| EXERCISE |
Below is a block of records. Copy every line in it that contains the word "truth".

(Saved data entries)
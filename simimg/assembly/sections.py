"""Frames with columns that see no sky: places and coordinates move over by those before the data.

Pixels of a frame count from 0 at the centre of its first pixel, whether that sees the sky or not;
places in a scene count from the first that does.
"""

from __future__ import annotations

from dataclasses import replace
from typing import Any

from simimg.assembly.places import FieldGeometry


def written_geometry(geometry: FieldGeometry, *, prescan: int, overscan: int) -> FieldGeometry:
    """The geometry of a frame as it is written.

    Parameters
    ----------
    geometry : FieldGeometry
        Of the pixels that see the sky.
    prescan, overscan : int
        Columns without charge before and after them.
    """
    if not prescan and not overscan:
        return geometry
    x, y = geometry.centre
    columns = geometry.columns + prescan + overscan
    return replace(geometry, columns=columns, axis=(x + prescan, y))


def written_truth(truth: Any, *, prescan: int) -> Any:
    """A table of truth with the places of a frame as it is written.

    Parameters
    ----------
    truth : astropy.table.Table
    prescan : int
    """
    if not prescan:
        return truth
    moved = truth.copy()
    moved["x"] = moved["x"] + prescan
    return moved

| SOLUTION BELOW |
def written_truth(truth: Any, *, prescan: int) -> Any:
    """A table of truth with the places of a frame as it is written.
    truth : astropy.table.Table
        return truth
    moved = truth.copy()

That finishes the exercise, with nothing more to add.